# Taking a child hunting for the first time



## Livingthedreampony (7 December 2017)

i'm taking my ten year old daughter to her first meet, its a childrens meet and I've never been hunting before. Does anyone have experience of a childrens meet? I really want her to have a good experience - how did yours or your childs first outing go?


----------



## Orangehorse (7 December 2017)

Earlier this year there was a whole article in H & H about children hunting.  Is she riding by herself or is she going to be on the leading rein? 

There is a whole list of questions to ask, how well behaved is the pony, how secure and confident is she, can they jump, what does she know about hunting and how to behave - don't ram up behind another horse in case you get kicked, always turn the pony's head to wards hounds in case the pony is frightened by them and kicks out.

If it is a proper Children's Meet then there should be mounted adults who will take groups and generally look after them a bit.

If you have never been hunting then I suggest that you telephone the Secretary of the hunt, or the Pony Club if that is who is organising the Childrens' meet and just say that you have never been, and hopefully you will be given plenty of information.  You and your daughter could go to a couple of meets unmounted beforehand too, so you can see how everyone is turned out and generally what happens.

Remember, it is supposed to be fun.  Have plenty of snacks for the rider, and don't stay out too long or the pony and rider will get too tired.


----------



## Shay (8 December 2017)

PM me if you want.  I'm the PC/RC liaison for our hunt and I've spent the last 48 hours very happily answering all sorts of questions about our chidlren's meet.

Normal children's meets only allow mounted adults specifically selected for the role - usually also hunt members.  They are there to be as sure as they can be that the children are safe, in reasonable control and have a good time.  All jumps are reasonable and either optional or there will be an alternative non jumping line.

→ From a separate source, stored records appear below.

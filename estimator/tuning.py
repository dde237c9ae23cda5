"""Measurement noise from a quiet record, and observer tuning by innovation likelihood.

* `noise_from_quiet`: the transducer's white noise from a stretch with the cell unloaded
  and at rest: the residual standard deviation about a straight line (slow drift
  removed), less the quantisation variance LSB²/12 that the observer adds itself.
* `tune_bandwidth`: for each candidate bandwidth of the observer's hold model (the
  random-walk prior of held loads), run the observer over a record
  and sum the Gaussian log-likelihood of its innovations,
  ``ℓ = −½ Σ [ln(2π·S_i) + y_i²/S_i]`` (the prediction-error decomposition of the
  likelihood of a state-space model; e.g. Harvey, "Forecasting, structural time series
  models and the Kalman filter", 1989, from memory); the bandwidth with the largest ℓ
  describes the record best.
* `compare_on_steps`: the noise of the held levels and the settling time after each
  step, for several observers (the multiple-model observer's jump model keeps even a
  quiet hold model quick at a step).
"""

from __future__ import annotations

import math
from collections.abc import Sequence
from dataclasses import dataclass

import numpy as np
from numpy.typing import ArrayLike

from estimator.errors import EstimatorError, ParameterError
from estimator.observer import (
    FLAG_GAP,
    FLAG_JUMP,
    FLAG_MISSING,
    FLAG_REJECTED,
    ForceObserver,
    ObserverTuning,
)
from estimator.plant import Plant
from estimator.settling import time_to_settle

__all__ = [
    "NoiseEstimate",
    "StepComparison",
    "TuneResult",
    "compare_on_steps",
    "innovation_log_likelihood",
    "noise_from_quiet",
    "tune_bandwidth",
]


@dataclass(frozen=True)
class NoiseEstimate:
    """White transducer noise from a quiet stretch.

    Attributes:
        noise_m: noise standard deviation without the quantisation part, m.
        residual_std_m: standard deviation about the fitted line, m.
        samples: samples used.
    """

    noise_m: float
    residual_std_m: float
    samples: int


def noise_from_quiet(
    time_s: ArrayLike, displacement_m: ArrayLike, resolution_m: float = 0.0
) -> NoiseEstimate:
    """Noise of a quiet stretch (cell unloaded, at rest); arrays of shape (n,), n ≥ 20."""
    t = np.asarray(time_s, dtype=float)
    x = np.asarray(displacement_m, dtype=float)
    keep = np.isfinite(t) & np.isfinite(x)
    t, x = t[keep], x[keep]
    if t.size < 20:
        raise EstimatorError(
            f"quiet stretch: {t.size} valid samples; give at least 20 (a longer stretch)"
        )
    coef = np.polyfit(t - t.mean(), x, 1)
    resid = x - np.polyval(coef, t - t.mean())
    std = float(np.sqrt(np.sum(resid**2) / (t.size - 2)))
    white = max(std**2 - resolution_m**2 / 12.0, 0.0)
    return NoiseEstimate(math.sqrt(white), std, int(t.size))


def innovation_log_likelihood(estimates: np.ndarray) -> tuple[float, int]:
    """ℓ of the innovations of an estimate block, and how many samples entered it.

    Samples that were rejected, missing, after a gap or re-acquired are left out (their
    innovation does not follow the model's law).
    """
    y = estimates["innovation_m"]
    nis = estimates["nis"]
    bad = FLAG_REJECTED | FLAG_MISSING | FLAG_GAP | FLAG_JUMP
    use = ((estimates["flags"] & bad) == 0) & np.isfinite(y) & np.isfinite(nis) & (nis > 0)
    use[0] = False  # the start-up sample has no prediction
    s = y[use] ** 2 / nis[use]
    return float(-0.5 * np.sum(np.log(2 * np.pi * s) + nis[use])), int(use.sum())


@dataclass(frozen=True)
class TuneResult:
    """Log-likelihood of each candidate bandwidth, and the best one."""

    bandwidths_hz: np.ndarray
    log_likelihood: np.ndarray
    best_hz: float

    @property
    def at_edge(self) -> bool:
        """True when the best bandwidth is the lowest or highest candidate (widen the grid)."""
        return self.best_hz in (float(self.bandwidths_hz[0]), float(self.bandwidths_hz[-1]))


def tune_bandwidth(
    plant: Plant,
    sample_period_s: float,
    noise_m: float,
    resolution_m: float,
    time_s: ArrayLike,
    displacement_m: ArrayLike,
    *,
    bandwidths_hz: Sequence[float] | None = None,
    force_range_n: float | None = None,
) -> TuneResult:
    """The force bandwidth whose observer gives the record the largest likelihood."""
    t = np.asarray(time_s, dtype=float)
    z = np.asarray(displacement_m, dtype=float)
    nyquist = 0.5 / sample_period_s
    grid = np.asarray(
        bandwidths_hz
        if bandwidths_hz is not None
        else np.geomspace(1.0, min(0.2 * nyquist, 0.5 * plant.natural_freq_hz), 13)
    )
    if grid.size < 2 or np.any(~np.isfinite(grid)) or np.any(grid <= 0):
        raise ParameterError("bandwidths_hz: give at least two positive candidate bandwidths")

    def observer(b: float) -> ForceObserver:
        tuning = ObserverTuning(force_bandwidth_hz=float(b))
        return ForceObserver(plant, sample_period_s, noise_m, resolution_m, tuning, force_range_n)

    ll = np.array([innovation_log_likelihood(observer(b).process(t, z))[0] for b in grid])
    best = float(grid[int(np.argmax(ll))])
    return TuneResult(grid, ll, best)


@dataclass(frozen=True)
class StepComparison:
    """One observer on a staircase: noise on the holds and settling after the steps."""

    label: str
    hold_noise_n: float
    settling_s: tuple[float, ...]

    @property
    def median_settling_s(self) -> float:
        """Median settling time over the steps, s."""
        return float(np.median(self.settling_s)) if self.settling_s else math.nan


def compare_on_steps(
    observers: Sequence[tuple[str, ForceObserver]],
    time_s: ArrayLike,
    displacement_m: ArrayLike,
    true_force_n: ArrayLike,
    steps: Sequence[tuple[float, float]],
    *,
    band: float = 0.02,
) -> list[StepComparison]:
    """Run each (label, observer) over a staircase record and measure it.

    Args:
        steps: (time of the step s, level after it N), in time order.
        band: settling band, fraction of the step (2 %, common practice).
    """
    t = np.asarray(time_s, dtype=float)
    z = np.asarray(displacement_m, dtype=float)
    truth = np.asarray(true_force_n, dtype=float)
    ends = [s[0] for s in steps[1:]] + [float(t[-1])]
    levels_before = [float(truth[np.searchsorted(t, s[0]) - 1]) for s in steps]
    out = []
    for label, obs in observers:
        f = obs.process(t, z)["force_n"]
        settle, noise = [], []
        for (t0, level), t1, before in zip(steps, ends, levels_before, strict=True):
            tol = band * abs(level - before)
            settle.append(time_to_settle(t, f, t0, t1, level, tol))
            hold = (t >= t0 + 0.5 * (t1 - t0)) & (t < t1)
            noise.append(float(np.std(f[hold] - truth[hold])))
        out.append(StepComparison(label, float(np.sqrt(np.mean(np.square(noise)))),
                                  tuple(settle)))  # fmt: skip
    return out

Assuming that your daughter is secure in her seat and confident at canter... keeping warm is usually the biggest thing.  Tweed jackets are often warmer than show jackets.  Most hunts would not be over fussy if it is cold and you need to layer on a coat over - but avoid anything with a hood which could snag if they are in woodland.  Decent gloves are a must even if the child normally doesn't like them.  They are out a long while and little fingers get cold.  Plus the pony will pull more than the child is used to so it helps prevent rein rubs.  Squashable food in a pocket helps - ideally probably chocolate but as a mean hunting mummy I used to use fruit leathers or Torq bars for my daughter until she got old enough to rebel.  If you think liquid is going to be essential then a capri sun is quite good as the packing squishes flat afterward.  (Do not chuck in a hedge!!)  But there are no official loo breaks so what goes in will have to come out.  Plus they explode if you fall on them.   She can carry a phone  if she is used to it - but I used to write my mobile number on my daughter's arm when she was that age.

If you can find a friend she can ride with - ideally an older PC member.  But if you can't introduce yourself at the meet to the secretary or the children's liaison and they will introduce your daughter to a few others she can stick with.

My daughter was 8 when she first went out - and never looked back. Almost literally.  It is the best experience you can have on four legs (no bias here!) and at a children's meet everyone will work to see the kids have the best possible time.


----------



## Kat (8 December 2017)

Do check with the hunt about jumping. The pack I go with regularly have a second field master and there are no compulsory jumps but I went to a newcomers and children's meet with another pack once and there were several jumps that were compulsory (and not tiny ones either) one lady with a child on the lead rein had to turn round and go home.


----------



## Livingthedreampony (8 December 2017)

Thank you everyone, some really useful tips here. She has a good seat and canters confidently around the field and is pretty competent jumping, though they have mainly been show jumps. My main worry is that as its our first outing and I won't be riding so she'll be alone really. I would really like her to enjoy her first experience so I think my main priority now is finding her a buddy. She's a good little rider for her age - but there are some fantastic riders in our pony club - so we have no idea what speed to expect!


----------